##### Data provided #####

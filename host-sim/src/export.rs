//! Export a board configuration as Rust source for a board crate, with the
//! core's fingerprint of it ([`diodestat_core::ValidConfig::fingerprint`]),
//! which the firmware computes again at start, so what was simulated is
//! what is flashed.
//!
//! The source is generated from the core's own types: [`Tree`] is a serde
//! `Serializer` that takes the `Serialize` of [`Config`] (the core's `serde`
//! feature: fixed-point values as their raw bits) apart into a tree of
//! struct literals, and [`rust_module`] writes that tree as Rust, each value
//! annotated with its engineering value and unit (from the field name's
//! unit suffix, `_iu`, `_ou_per_ms`, `_degc`, ..., and the board's units).
//! A field added to the core appears in the export without a change here.

use std::collections::BTreeSet;
use std::fmt::{self, Write as _};

use diodestat_core::{Config, Fx, Gain, Units, ValidConfig};
use serde::ser::{self, Serialize};

use crate::units::Scale;

/// The generated source as lines of code, each with the engineering value
/// and unit of what it sets (empty where the line sets nothing).
#[derive(Default)]
struct Lines(Vec<(String, String)>);

impl Lines {
    fn code(&mut self, code: impl Into<String>) {
        self.0.push((code.into(), String::new()));
    }
    /// A line with its note after it.
    fn note(&mut self, code: impl Into<String>, note: impl Into<String>) {
        self.0.push((code.into(), note.into()));
    }
    /// The lines with their comments, as written.
    fn annotated(&self) -> String {
        let mut s = String::new();
        for (c, n) in &self.0 {
            s.push_str(c);
            if !n.is_empty() {
                let _ = write!(s, " // {n}");
            }
            s.push('\n');
        }
        s
    }
}

/// A derived value to 6 significant digits, without trailing zeros.
fn eng(v: f64) -> String {
    crate::units::sig_text(v, 6)
}

fn plural(n: i128, one: &str) -> String {
    format!("{n} {one}{}", if n == 1 { "" } else { "s" })
}

/// A value of the configuration as the core's `Serialize` gives it.
#[derive(Clone, Debug, PartialEq)]
pub enum Node {
    /// A struct literal: its type name and fields in declaration order.
    Struct {
        /// The Rust type name.
        name: &'static str,
        /// Field names and values.
        fields: Vec<(&'static str, Node)>,
    },
    /// A table (a `heapless::Vec`).
    Seq(Vec<Node>),
    /// An `Option`.
    Opt(Option<Box<Node>>),
    /// An integer.
    Int(i128),
    /// A boolean.
    Bool(bool),
    /// A fixed-point value as its raw bits: a [`Gain`] (I8F24) or an
    /// [`Fx`] (I16F16).
    Bits {
        /// Whether it is a `Gain`.
        gain: bool,
        /// The raw bits.
        bits: i32,
    },
    /// A unit enum variant, `Type::Variant`.
    Variant {
        /// The enum's name.
        ty: &'static str,
        /// The variant.
        name: &'static str,
    },
}

/// A value the Rust writer cannot express (a float, a string, a map): the
/// core's configuration has none.
#[derive(Debug, Clone, PartialEq)]
pub struct ExportError(String);

impl fmt::Display for ExportError {
    fn fmt(&self, f: &mut fmt::Formatter<'_>) -> fmt::Result {
        write!(f, "the export cannot write {}", self.0)
    }
}

impl std::error::Error for ExportError {}

impl ser::Error for ExportError {
    fn custom<T: fmt::Display>(msg: T) -> Self {
        ExportError(msg.to_string())
    }
}

fn unsupported<T>(what: &str) -> Result<T, ExportError> {
    Err(ExportError(what.into()))
}

/// The serde `Serializer` that builds a [`Node`] tree.
#[derive(Debug, Clone, Copy)]
pub struct Tree;

/// A struct or sequence being built.
#[derive(Debug)]
pub struct Building {
    name: &'static str,
    fields: Vec<(&'static str, Node)>,
    items: Vec<Node>,
}

impl Building {
    fn new(name: &'static str) -> Self {
        Building {
            name,
            fields: Vec::new(),
            items: Vec::new(),
        }
    }
}

/// The tree of `value`.
pub fn tree<T: Serialize + ?Sized>(value: &T) -> Result<Node, ExportError> {
    value.serialize(Tree)
}
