protections! {
    /// Sensed drive current at or above the overcurrent limit (fast).
    Overcurrent = 0 {
        name: "overcurrent",
        unit: "iu",
        speed: fast,
        armed: always,
        debounce: "protection.overcurrent_debounce", |c| c.protection.overcurrent_debounce,
        condition: tick |x| x.m.current_iu >= x.p.overcurrent_iu,
        record: |x| (x.m.current_iu, x.p.overcurrent_iu),
    }
    /// Monitor (back-facet) power at or above the runaway limit (fast).
    MonitorRunaway = 1 {
        name: "monitor-runaway",
        unit: "ou",
        speed: fast,
        armed: always,
        debounce: "protection.runaway_debounce", |c| c.protection.runaway_debounce,
        condition: tick |x| x.m.monitor_ou >= x.p.runaway_ou,
        record: |x| (x.m.monitor_ou, x.p.runaway_ou),
    }
    /// Drive at or above the "light expected" level (or, in APC regulation,
    /// on a lower ceiling in force) while the monitor reads at or below its
    /// floor: open photodiode, no light, dead diode.
    MonitorLoss = 2 {
        name: "monitor-loss",
        unit: "ou",
        speed: tick,
        armed: driving,
        debounce: "protection.monitor_loss_debounce", |c| c.protection.monitor_loss_debounce,
        condition: tick |x| x.m.monitor_ou <= x.p.monitor_loss_floor_ou
            && x.last_cmd_iu > Fx::ZERO
            && x.last_cmd_iu >= (x.light_expected_iu)(),
        record: |x| (x.m.monitor_ou, x.p.monitor_loss_floor_ou),
    }
    /// Temperature sensor reads at the open-circuit rail.
    SensorOpen = 3 {
        name: "sensor-open",
        unit: "counts",
        speed: tick,
        armed: active,
        debounce: "protection.sensor_debounce", |c| c.protection.sensor_debounce,
        condition: direct |r| r.rails & Fault::SensorOpen.bit() != 0,
        record: |x| (counts(x.m.temp_counts), counts(x.open_rail_counts())),
    }
    /// Temperature sensor reads at the short-circuit rail.
    SensorShort = 4 {
        name: "sensor-short",
        unit: "counts",
        speed: tick,
        armed: active,
        debounce: "protection.sensor_debounce", |c| c.protection.sensor_debounce,
        condition: direct |r| r.rails & Fault::SensorShort.bit() != 0,
        record: |x| (counts(x.m.temp_counts), counts(x.short_rail_counts())),
    }
    /// Temperature at or above the derating cut-off (not while the sensor
    /// reads at a rail).
    OverTemperature = 5 {
        name: "over-temperature",
        unit: "degC",
        speed: tick,
        armed: active,
        debounce: "protection.over_temp_debounce", |c| c.protection.over_temp_debounce,
        condition: tick |x| x.direct & SENSOR_RAILS == 0 && x.m.temp_degc >= x.c.derating.cutoff_degc,
        record: |x| (x.m.temp_degc, x.c.derating.cutoff_degc),
    }
    /// Safety interlock open while emitting (fast).
    InterlockOpen = 6 {
        name: "interlock-open",
        unit: "closed(1)/open(0)",
        speed: fast,
        armed: active,
        debounce: "protection.interlock_debounce", |c| c.protection.interlock_debounce,
        condition: tick |x| !x.m.interlock_closed,
        record: |x| (Fx::from_num(u8::from(x.m.interlock_closed)), Fx::ONE),
    }
    /// Supply at or below its minimum.
    SupplyUnder = 7 {
        name: "supply-under",
        unit: "vu",
        speed: tick,
        armed: active,
        debounce: "protection.supply_debounce", |c| c.protection.supply_debounce,
        condition: tick |x| x.m.supply_vu <= x.p.supply_min_vu,
        record: |x| (x.m.supply_vu, x.p.supply_min_vu),
    }
    /// Supply at or above its maximum.
    SupplyOver = 8 {
        name: "supply-over",
        unit: "vu",
        speed: tick,
        armed: active,
        debounce: "protection.supply_debounce", |c| c.protection.supply_debounce,
        condition: tick |x| x.m.supply_vu >= x.p.supply_max_vu,
        record: |x| (x.m.supply_vu, x.p.supply_max_vu),
    }
    /// Sensed current differs from the command beyond tolerance (fast once
    /// debounced): DAC or current-source failure.
    DriveMismatch = 9 {
        name: "drive-mismatch",
        unit: "iu",
        speed: fast,
        armed: always,
        debounce: "protection.mismatch_debounce", |c| c.protection.mismatch_debounce,
        condition: tick |x| !mismatch_within(x.cfg, x.m, x.last_cmd_iu),
        record: |x| (mismatch_iu(x.m, x.last_cmd_iu), x.p.mismatch_tolerance_iu),
    }
    /// A gap in the tick index: the board missed control ticks.
    MissedTicks = 10 {
        name: "missed-ticks",
        unit: "ticks",
        speed: tick,
        armed: active,
        debounce: "(none: 1 tick)", |_| 1,
        condition: tick |x| x.m.missed_ticks >= u32::from(x.p.missed_tick_limit)
            && x.m.missed_ticks < TICK_ORDER_MISSED,
        record: |x| (
            saturating_fx(x.m.missed_ticks),
            saturating_fx(u32::from(x.p.missed_tick_limit)),
        ),
    }
    /// The tick index repeated or went backward: the tick source stalled,
    /// or a sample was delivered twice.
    TickOrder = 11 {
        name: "tick-order",
        unit: "ticks (index step)",
        speed: tick,
        armed: active,
        debounce: "(none: 1 tick)", |_| 1,
        // (At or above the missed-tick limit too, which is below
        // TICK_ORDER_MISSED: one comparison clears both on a usual tick.)
        condition: tick |x| x.m.missed_ticks >= u32::from(x.p.missed_tick_limit)
            && x.m.missed_ticks >= TICK_ORDER_MISSED,
        // The index step (0 repeated, negative backward) and the smallest
        // accepted step.
        record: |x| (Fx::saturating_from_num(x.m.missed_ticks.wrapping_add(1) as i32), Fx::ONE),
    }
    /// The sensed current is more than the healthy diode needs for the
    /// measured power at the measured temperature, beyond the aging margin:
    /// a degrading monitor (the real power is above what it reads) or a
    /// diode at its end of life.
    PowerImplausible = 12 {
        name: "power-implausible",
        unit: "iu",
        speed: slow,
        armed: driving,
        debounce: "plausibility.debounce",
            |c| c.plausibility.as_ref().map_or(1, |pl| pl.debounce),
        condition: slow |x| x.plausibility.is_some_and(|(_, fault, _)| fault),
        // The bound at the tripping sample.
        record: |x| (
            x.m.current_iu,
            x.c.plausibility.as_ref().map_or(Fx::MAX, |pl| plausibility(pl, x.m).2),
        ),
    }
    /// Forward voltage at the current source's compliance while driving:
    /// the diode (or its wiring) is open.
    DiodeOpen = 13 {
        name: "diode-open",
        unit: "vu",
        speed: tick,
        armed: driving,
        debounce: "forward_voltage.debounce", |c| c.forward_voltage.map_or(1, |f| f.debounce),
        condition: forward |f| f.mv >= f.fv.open_vu,
        record: |x| (x.m.forward_vu, x.c.forward_voltage.map_or(Fx::ZERO, |f| f.open_vu)),
    }
    /// Forward voltage below its floor while driving: the diode is shorted.
    DiodeShort = 14 {
        name: "diode-short",
        unit: "vu",
        speed: tick,
        armed: driving,
        debounce: "forward_voltage.debounce", |c| c.forward_voltage.map_or(1, |f| f.debounce),
        condition: forward |f| f.mv <= f.fv.short_vu,
        record: |x| (x.m.forward_vu, x.c.forward_voltage.map_or(Fx::ZERO, |f| f.short_vu)),
    }
    /// The board's external fault input is asserted (a hardware comparator
    /// trip, a watchdog pre-warning) (fast).
    ExternalFault = 15 {
        name: "external-fault",
        unit: "asserted(1)",
        speed: fast,
        armed: always,
        debounce: "protection.external_debounce", |c| c.protection.external_debounce,
        condition: direct |r| r.external,
        record: |x| (Fx::from_num(u8::from(x.m.external_fault)), Fx::ONE),
    }
    /// A write to the current DAC failed (the edge, [`crate::DriverBoard`]).
    /// Measured: the code written; limit: the configuration's largest code.
    DacBus = 16 {
        name: "dac-bus",
        unit: "code",
        speed: edge,
        armed: never,
        debounce: "(none: latched by the edge)", |_| 1,
        condition: edge,
        record: |_| (Fx::ZERO, Fx::ZERO),
    }
    /// The enable line could not be driven (the edge). Measured: the level
    /// the edge tried to drive; limit: the safe level, low (0).
    EnablePin = 17 {
        name: "enable-pin",
        unit: "high(1)/low(0)",
        speed: edge,
        armed: never,
        debounce: "(none: latched by the edge)", |_| 1,
        condition: edge,
        record: |_| (Fx::ZERO, Fx::ZERO),
    }
    /// The interlock input could not be read (the edge); the read counts
    /// as open. Measured: 0 (read as open); limit: 1 (closed).
    InterlockPin = 18 {
        name: "interlock-pin",
        unit: "closed(1)/open(0)",
        speed: edge,
        armed: never,
        debounce: "(none: latched by the edge)", |_| 1,
        condition: edge,
        record: |_| (Fx::ZERO, Fx::ZERO),
    }
    /// The latch record stored before a reset was refused at boot
    /// ([`crate::LatchRecord`]): the controller starts latched. Measured: the
    /// cause ([`crate::RestoreError::code`]); limit: 0.
    RecordCorrupt = 19 {
        name: "record-corrupt",
        unit: "cause(1 erased, 2 check, 3 format)",
        speed: edge,
        armed: never,
        debounce: "(none: latched by the edge)", |_| 1,
        condition: edge,
        record: |_| (Fx::ZERO, Fx::ZERO),
    }
}

/// What a `tick`, `slow` condition or a record of the table reads: the
/// sample's measurements and the configuration.
struct Ctx<'a, F> {
    cfg: &'a ValidConfig,
    c: &'a Config,
    p: &'a Protection,
    m: &'a Measurements,
    /// The conditions read straight off the sample ([`direct_mask`]).
    direct: u32,
    /// The command that produced the sample, iu.
    last_cmd_iu: Fx,
    /// The command at or above which the monitor must see light, iu
    /// (evaluated only when needed).
    light_expected_iu: F,
}

impl<'a> Ctx<'a, fn() -> Fx> {
    /// A context without `direct` and the monitor-loss drive (for a
    /// record).
    fn plain(cfg: &'a ValidConfig, m: &'a Measurements, last_cmd_iu: Fx) -> Self {
        let c = cfg.config();
        Ctx {
            cfg,
            c,
            p: &c.protection,
            m,
            direct: 0,
            last_cmd_iu,
            light_expected_iu: || Fx::ZERO,
        }
    }
}

impl<F> Ctx<'_, F> {
    /// The temperature counts of the open-circuit rail.
    fn open_rail_counts(&self) -> u16 {
        let tc = &self.c.calibration.temperature;
        match tc.open_rail {
            Rail::High => tc.high_fault_counts,
            Rail::Low => tc.low_fault_counts,
        }
    }

    /// The temperature counts of the short-circuit rail.
    fn short_rail_counts(&self) -> u16 {
        let tc = &self.c.calibration.temperature;
        match tc.open_rail {
            Rail::High => tc.low_fault_counts,
            Rail::Low => tc.high_fault_counts,
        }
    }
}

/// What a `slow` condition of the table reads: the verdicts of the slow
/// evaluations, each made once per evaluation.
struct Slow {
    /// [`plausibility`] of the sample, when configured.
    plausibility: Option<(bool, bool, Fx)>,
}

/// What a `direct` condition of the table reads: the raw sample, before
/// calibration.
struct Raw {
    /// The sensor-rail conditions, as mask bits (the rail each reading is
    /// at, mapped to open or short at validation).
    rails: u32,
    /// The external fault input is asserted.
    external: bool,
}

/// The sensor-rail conditions (open, short) as a mask: a reading at a rail
/// is no temperature.
const SENSOR_RAILS: u32 = Fault::SensorOpen.bit() | Fault::SensorShort.bit();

#####

* Required action: In the reply, include exactly the lines from the beginning of the entries above through the line holding "use crate::units::Scale;", and nothing besides.

* Solution to this exercise:
filename host-sim/src/export.rs
//! Export a board configuration as Rust source for a board crate, with the
//! core's fingerprint of it ([`diodestat_core::ValidConfig::fingerprint`]),
//! which the firmware computes again at start, so what was simulated is
//! what is flashed.
//!
//! The source is generated from the core's own types: [`Tree`] is a serde
//! `Serializer` that takes the `Serialize` of [`Config`] (the core's `serde`
//! feature: fixed-point values as their raw bits) apart into a tree of
//! struct literals, and [`rust_module`] writes that tree as Rust, each value
//! annotated with its engineering value and unit (from the field name's
//! unit suffix, `_iu`, `_ou_per_ms`, `_degc`, ..., and the board's units).
//! A field added to the core appears in the export without a change here.

use std::collections::BTreeSet;
use std::fmt::{self, Write as _};

use diodestat_core::{Config, Fx, Gain, Units, ValidConfig};
use serde::ser::{self, Serialize};

use crate::units::Scale;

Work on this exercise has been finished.